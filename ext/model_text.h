// A model as JSON text: what ols_model returns, what tables keep, and what every function that
// asks about a model reads back. This comment is the format's documentation, version 1.
//
// Rules. A number that is not available (NaN) is null. Keys whose value is the default given below,
// and figures that follow from others of the text, are left out: the text is kept short, because
// the host copies it for every row of a join. Numbers read back to the same double, but for those
// said to be rounded. `packed` numbers are base64 text (ext/packed_numbers.h). Indices count from
// 0; `columns` and `terms` are referred to by index. Unknown and repeated keys are errors.
//
//   ladderline_model  1, the version of the format; first key
//   status            fitted or refused
//   reason            why it was refused; only then. A refused model has neither terms nor what
//                     follows from them
//   release_floor     of a model for release (core/release/release.h): groups of fewer rows are not
//                     told; it has no influence and no digest (0: any other model)
//   family            ols
//   name              of the model, from the option `name` (none)
//   intercept         whether there is one (true)
//   errors            classical, hc0 … hc3, cluster: the model's own kind (classical)
//   level             of limits, between 0 and 1 (0.95)
//   clusters          that the fitted rows fall into (0: there is no cluster column)
//   rows              {offered, fitted, with_gaps, outside}: counts of rows. with_gaps: a used
//   value
//                     is missing; outside: one lies outside its domain; a row may be both (0)
//   columns           the labelled columns, the response first:
//     name
//     unit            (none)
//     role            response, predictor, weight, exposure, cluster, key, order, present, product
//                     (predictor)
//     kind            number, category, polynomial, text (number)
//     transform       a spec, `log_offset 1` (identity); raw values are stored, models apply it
//     degree          of a polynomial
//     parts           of a product: the two columns that are multiplied
//     values          of the raw values in the fitted rows, days for date_days: [least, lower
//                     quartile, median, upper quartile, largest, mean, sd], unweighted
//     levels          of a category: [[text, rows], …] in byte order
//     reference       index into levels (none: every level has its term)
//     reference_given whether the label named it (false: the commonest level)
//     merged          index of the level that stands for those of few rows in a model for release
//                     (none)
//     missing         rows in which this column's value is missing (0)
//     outside         rows in which it lies outside its domain (0)
//     note            (none)
//   terms             the coefficients as people read them, the intercept first:
//     name            `intercept`, `age`, `trade is Damp`, `age power 2`, `age by units`
//     factors         what is multiplied, two of a product: [column, power] for a column's
//                     transformed value (power 1) or a power of a polynomial, [column, 0, level]
//                     for the 0/1 indicator of a level (the column that has the term's name; of the
//                     intercept nothing)
//     coefficient     null: a column left out as collinear, see note
//     standard_error  classical; then hc0, hc1, hc2, hc3, cluster: those of the other kinds,
//                     rounded to 14 digits
//     variance_inflation  of a term with a power of a polynomial (none); the others stand in
//                     tests
//     note            (none)
//     repeats         of a column left out: what it is in the columns of the basis that are kept,
//                     [[term, factor], …] (none: always 0, or not known)
//   facts             residual_df, residual_sd, median_absolute_error (original units), r_squared,
//                     log_likelihood_original, press; and adjusted_r_squared, f_df1, f_df2, f, f_p,
//                     log_likelihood, aic, bic, aic_original, bic_original where they do not follow
//                     by their definitions
//   tests             per column its joint test and its variance inflation: [column, parameters,
//                     variance_inflation, sum_of_squares, f, p_value]; the last three left out
//                     where they follow from the t of a single coefficient
//   checks_wanted     option `checks` (true)
//   checks            [{name, status, statistic, df, p_value, finding, remedy}, …]; status is fine,
//                     look, problem or `not computed`
//   response_histogram  counts of the fitted rows by response, weights left aside (none: checks are
//                     not wanted, fewer than 10 rows, or a text older than this key):
//     original        {edges, rows}: bin i from edges[i] up to, not with, edges[i + 1] has rows[i];
//                     the last bin with its end. Raw values, days for date_days. A constant
//                     response is one bin from the value to itself
//     scaled          the same on the transformed scale, for a response with a transform
//   residuals         on the transformed scale, of rows scaled by the root of their weight:
//     quantiles       at 0, .01, .05, .1, .25, .5, .75, .9, .95, .99, 1; rounded to 9 digits; null
//                     in a model for release where few rows lie beyond
//     fitted          [least, largest] fitted value
//     bins            of equal widths between these: [rows, mean, sd] of the residuals; rounded to
//     7
//   smearing          how fitted values become means in original units; core/model/smearing.h
//     kind            none, factor, hyperbolic, moments, points (none)
//     values          numbers, by kind
//     points          packed
//   influence         rows with the largest Cook's distance: [key, leverage, studentized_residual],
//                     rounded to 11 digits, and the distance where it does not follow from these;
//                     key is null, an integer, a real or text
//   basis             the fit in its own coordinates; core/regression/centred_basis.h. The terms
//                     kept are the intercept and those that have a coefficient
//     centre          packed: per kept term, what its column is measured from; 0 for the intercept
//     origin          with an intercept: the fit where every column is at its centre, as a double
//                     and what that leaves of it. The other coefficients are those of the terms
//     slope           packed: these coefficients, if there is a polynomial, whose powers stand for
//                     the columns of core/model/polynomial_basis.h over the column's values
//     slope_low       packed: what a double leaves of these (zeros)
//     factor          packed: upper triangle R column by column, its diagonal above 0;
//                     R'R = Σ w d d'
//     factor_low      packed: what doubles leave of R, where it was computed beyond them
//     robust          covariance under the model's own errors where these are not classical:
//                     {scale, exponent (variances are 4^exponent of what the others give; 0),
//                     matrix (packed as factor; left out: the unit matrix), unknown (packed
//                     directions whose variance no row tells; none)}
//     largest_leverage  among fitted rows, each as for a case of weight 1
//   digest            of key, raw response and weight of the fitted rows, whatever their order: 32
//                     hexadecimal digits
#ifndef LADDERLINE_EXT_MODEL_TEXT_H_
#define LADDERLINE_EXT_MODEL_TEXT_H_

#include <string>
#include <string_view>

#include "core/model/model.h"
#include "core/support/result.h"

namespace ladderline {

std::string ModelText(const Model& model);

// Takes back what ModelText wrote, whitespace and order of keys aside, and nothing else: types,
// words, ranges, sizes and references between the parts are all checked, so that whoever holds a
// Model may rely on them. The error says what is wrong and where: `columns[2].transform …`.
//   cost  about 20 ns per byte
Result<Model> ModelFromText(std::string_view text);

}  // namespace ladderline

#endif  // LADDERLINE_EXT_MODEL_TEXT_H_
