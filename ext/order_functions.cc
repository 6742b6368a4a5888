// Aggregates over values in order: medians, percentiles, the median absolute deviation.
#include <cmath>

#include "core/describe/ordered_frame.h"
#include "core/support/text.h"
#include "ext/aggregate.h"
#include "ext/function_tables.h"

namespace ladderline {
namespace {

template <double (OrderedFrame::*kFigure)()>
struct OrderState {
  OrderedFrame frame;
  void Step(const Call& call) {
    if (const std::optional<double> x = call.Number(0)) frame.Add(*x);
  }
  void Inverse(const Call& call) {
    if (const std::optional<double> x = call.Number(0)) frame.Remove(*x);
  }
  void Answer(const Call& call) { call.Return((frame.*kFigure)()); }
};

template <double (OrderedFrame::*kFigure)(double)>
struct PercentileState {
  OrderedFrame frame;
  std::optional<double> fraction;

  void Step(const Call& call) {
    if (const std::optional<double> x = Read(call)) frame.Add(*x);
  }
  void Inverse(const Call& call) {
    if (const std::optional<double> x = Read(call)) frame.Remove(*x);
  }
  void Answer(const Call& call) {
    if (fraction) {
      call.Return((frame.*kFigure)(*fraction));
    } else {
      call.ReturnNull();
    }
  }

 private:
  std::optional<double> Read(const Call& call) {
    const std::optional<double> x = call.Number(0), p = call.Number(1);
    if (!p) return std::nullopt;
    if (*p < 0 || *p > 1) call.ThrowBad(1, "must lie in 0..1");
    if (fraction && *fraction != *p)
      call.ThrowBad(1, "must stay the same within a group, where it was " + NumberText(*fraction));
    fraction = p;
    return x;
  }
};

constexpr AggregateMethods kMedian = AggregateOf<OrderState<&OrderedFrame::Median>>();
constexpr AggregateMethods kMedianAbsDev = AggregateOf<OrderState<&OrderedFrame::MedianAbsDev>>();
constexpr AggregateMethods kCont = AggregateOf<PercentileState<&OrderedFrame::PercentileCont>>();
constexpr AggregateMethods kDisc = AggregateOf<PercentileState<&OrderedFrame::PercentileDisc>>();

constexpr FunctionRow kRows[] = {
    {.name = "median",
     .kind = FunctionRow::Kind::kAggregate,
     .least_arguments = 1,
     .most_arguments = 1,
     .arguments = "x",
     .purpose = "The middle value, or halfway between the two middle ones.",
     .source = "",
     .example = "SELECT median(column1) FROM (VALUES (2), (3), ('7'), (NULL))",
     .aggregate = &kMedian},
    {.name = "median_abs_dev",
     .kind = FunctionRow::Kind::kAggregate,
     .least_arguments = 1,
     .most_arguments = 1,
     .arguments = "x",
     .purpose = "The median distance from the median, unscaled: a spread that far values leave be.",
     .source = "",
     .example = "SELECT median_abs_dev(column1) FROM (VALUES (2), (3), ('7'), (NULL))",
     .aggregate = &kMedianAbsDev},
    {.name = "percentile_cont",
     .kind = FunctionRow::Kind::kAggregate,
     .least_arguments = 2,
     .most_arguments = 2,
     .arguments = "x, fraction",
     .purpose = "The value at place 1 + (n - 1) fraction in order, interpolated.",
     .source = "ISO/IEC 9075-2",
     .example = "SELECT percentile_cont(column1, 0.9) FROM (VALUES (2), (3), ('7'), (NULL))",
     .aggregate = &kCont},
    {.name = "percentile_disc",
     .kind = FunctionRow::Kind::kAggregate,
     .least_arguments = 2,
     .most_arguments = 2,
     .arguments = "x, fraction",
     .purpose = "The first value in order at or below which a fraction of the values lies.",
     .source = "ISO/IEC 9075-2",
     .example = "SELECT percentile_disc(column1, 0.9) FROM (VALUES (2), (3), ('7'), (NULL))",
     .aggregate = &kDisc},
};

}  // namespace

std::span<const FunctionRow> OrderFunctions() { return kRows; }

}  // namespace ladderline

* [Requirement]
What the task asks for is a word-for-word repeat of the lines above, from the first through the one containing "Rules. A number".

* [Solution for this exercise]
filename ext/model_text.h
// A model as JSON text: what ols_model returns, what tables keep, and what every function that
// asks about a model reads back. This comment is the format's documentation, version 1.
//
// Rules. A number that is not available (NaN) is null. Keys whose value is the default given below,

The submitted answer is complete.